> Work order: Copy all lines containing the string "unit" from the records below.

> Data to process:
────
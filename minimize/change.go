package minimize

import (
	"fmt"

	"github.com/tenter-go/tenter/constraint"
	"github.com/tenter-go/tenter/lattice"
)

// Part says what is changed by a Change.
type Part uint8

// What can be changed.
const (
	PinnedValue   Part = iota // the value of a pin, or of an end without an equation
	SourceImpulse             // ∫∫J dx dt of the source at one event
	ObservedValue             // the value of an observation
	LinearValue               // the number b of a linear condition Σaφ = b
)

// String returns the part in lower case.
func (p Part) String() string {
	if int(p) < 4 {
		return [...]string{"pinned value", "source", "observed value", "linear condition"}[p]
	}
	return fmt.Sprintf("part(%d)", uint8(p))
}

// A Change is something that a history was found with, and that changes by one
// unit: a unit of the field, of Σaφ, or of the impulse of a source.
//
// A source of impulse I is J = I/hk at one site of one slice (twice that at a
// free end, whose cell is half), which adds I/hk to the residual there. To a
// Lorentzian action it adds Iφ, to a Euclidean one or another functional −Iφ.
//
// Values that rates join to a pinned one move with it. The rate of an interior
// slice is not among the parts; pin the two slices that it ties instead.
type Change struct {
	Part      Part
	Event     lattice.Event
	Component int

	// Name of a linear condition, as its reaction or misfit has it; it may be
	// empty if there is one such condition at the event.
	Name string
}

// String returns the change in words.
func (c Change) String() string {
	what := c.Part.String()
	if c.Name != "" {
		what = c.Name
	}
	return fmt.Sprintf("%s of component %d at %v", what, c.Component, c.Event)
}

// load returns what a change of one unit does to the equations.
func (q *Response) load(c Change) (load, error) {
	wrong := func(format string, about ...any) (load, error) {
		return load{}, fmt.Errorf("minimize: response to the %v: %w", c, fmt.Errorf(format, about...))
	}
	e, err := q.index(c.Event, c.Component)
	if err != nil {
		return wrong("%w", err)
	}
	switch c.Part {
	case PinnedValue:
		if u, _ := q.p.free.At(e); u >= 0 {
			return wrong("the value is free; want a pinned one, or its source")
		}
		return load{moved: q.joined(e, 1)}, nil
	case SourceImpulse:
		if q.k.jac == nil {
			return load{force: []entry{{e, q.impulse}}}, nil
		}
		if !q.equations[e] {
			return wrong("the event has no field equation; want one of an interior slice whose row is not lifted")
		}
		return load{rows: []entry{{e, 1 / q.p.hk}}}, nil
	case ObservedValue:
		var l load
		for at, t := range q.p.free.Terms() {
			if o, ok := t.Penalty.(constraint.Quadratic); ok && at == e {
				l.force = append(l.force, entry{e, -t.Weight / (o.Sigma * o.Sigma)})
			}
		}
		if len(l.force) != 1 {
			return wrong("the value has %d observations; want one", len(l.force))
		}
		return l, nil
	case LinearValue:
		var l load
		for r := range q.k.borders {
			b := &q.k.borders[r]
			if at, err := q.index(b.Event, b.Component); err == nil && at == e && (c.Name == "" || c.Name == b.Name) {
				l.border = append(l.border, entry{r, 1})
			}
		}
		if len(l.border) != 1 {
			return wrong("%d linear conditions that do not follow from others go by this; want one", len(l.border))
		}
		return l, nil
	}
	return wrong("want PinnedValue, SourceImpulse, ObservedValue or LinearValue")
}

// joined returns the move of a fixed value, with those that rates join to it.
func (q *Response) joined(e int, by float64) []entry {
	n, c, i := q.p.h.Place(e)
	var moved []entry
	for _, m := range q.held.Joined(n, c, i) {
		moved = append(moved, entry{q.p.h.Index(m, c, i), by})
	}
	return moved
}
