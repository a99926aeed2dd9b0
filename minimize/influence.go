package minimize

import (
	"fmt"

	"github.com/tenter-go/tenter/field"
	"github.com/tenter-go/tenter/lattice"
)

// An Influence is the change δφ of a whole history for a unit of one change, to
// first order: the map of one event's bearing on all others. As a difference of
// fields it does not jump around periodic axes.
type Influence struct {
	Change  Change
	History *field.History // δφ
}

// Of returns the influences of the changes, in their order. They are solved for
// together, sixteen at a time, with the factor at hand and corrected until they
// are exact to rounding. Errors name the change.
func (q *Response) Of(changes ...Change) ([]*Influence, error) {
	loads := make([]load, len(changes))
	for i, c := range changes {
		var err error
		if loads[i], err = q.load(c); err != nil {
			return nil, err
		}
	}
	found := make([]*Influence, len(changes))
	for i, y := range q.k.solve(loads) {
		found[i] = &Influence{Change: changes[i], History: y.moved}
	}
	return found, nil
}

// Shares tells how an influence is spread as seen from the apex of a light cone.
// Past, Future and Outside add up to 1; the cone's surface belongs to its inside
// and the apex to its future. All are zero if Total is.
type Shares struct {
	Past, Future, Outside float64 // of Total
	Total                 float64 // Σ hk δφ², over events and components
}

// String returns the shares in one line.
func (s Shares) String() string {
	return fmt.Sprintf("past %.4g, future %.4g, outside %.4g", s.Past, s.Future, s.Outside)
}

// Shares returns how the influence is spread over a light cone, which should
// have its apex at the event that is changed. An evolution from Cauchy data sends
// nothing outside of the future cone. On the lattice signals move by one link a
// step if links join nearest neighbours, faster than light unless the Courant
// number is 1; the cone of that is
//
//	lattice.NewCone(b.Space, event, b.Space.Step/b.Time.Step)
//
// On a periodic clock times are those of the block, first slice to last.
func (f *Influence) Shares(cone *lattice.Cone) Shares {
	h := f.History
	var s Shares
	for e, v := range h.Data {
		n, _, i := h.Place(e)
		switch cone.Side(h.Block.At(n, i)) {
		case lattice.Past:
			s.Past += v * v
		case lattice.Future:
			s.Future += v * v
		default:
			s.Outside += v * v
		}
	}
	total := s.Past + s.Future + s.Outside
	if total > 0 {
		s.Past, s.Future, s.Outside = s.Past/total, s.Future/total, s.Outside/total
	}
	s.Total = total * h.Block.Time.Step * h.Block.Space.Step
	return s
}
────
> Answer box:
// unit: a unit of the field, of Σaφ, or of the impulse of a source.
// load returns what a change of one unit does to the equations.
// An Influence is the change δφ of a whole history for a unit of one change, to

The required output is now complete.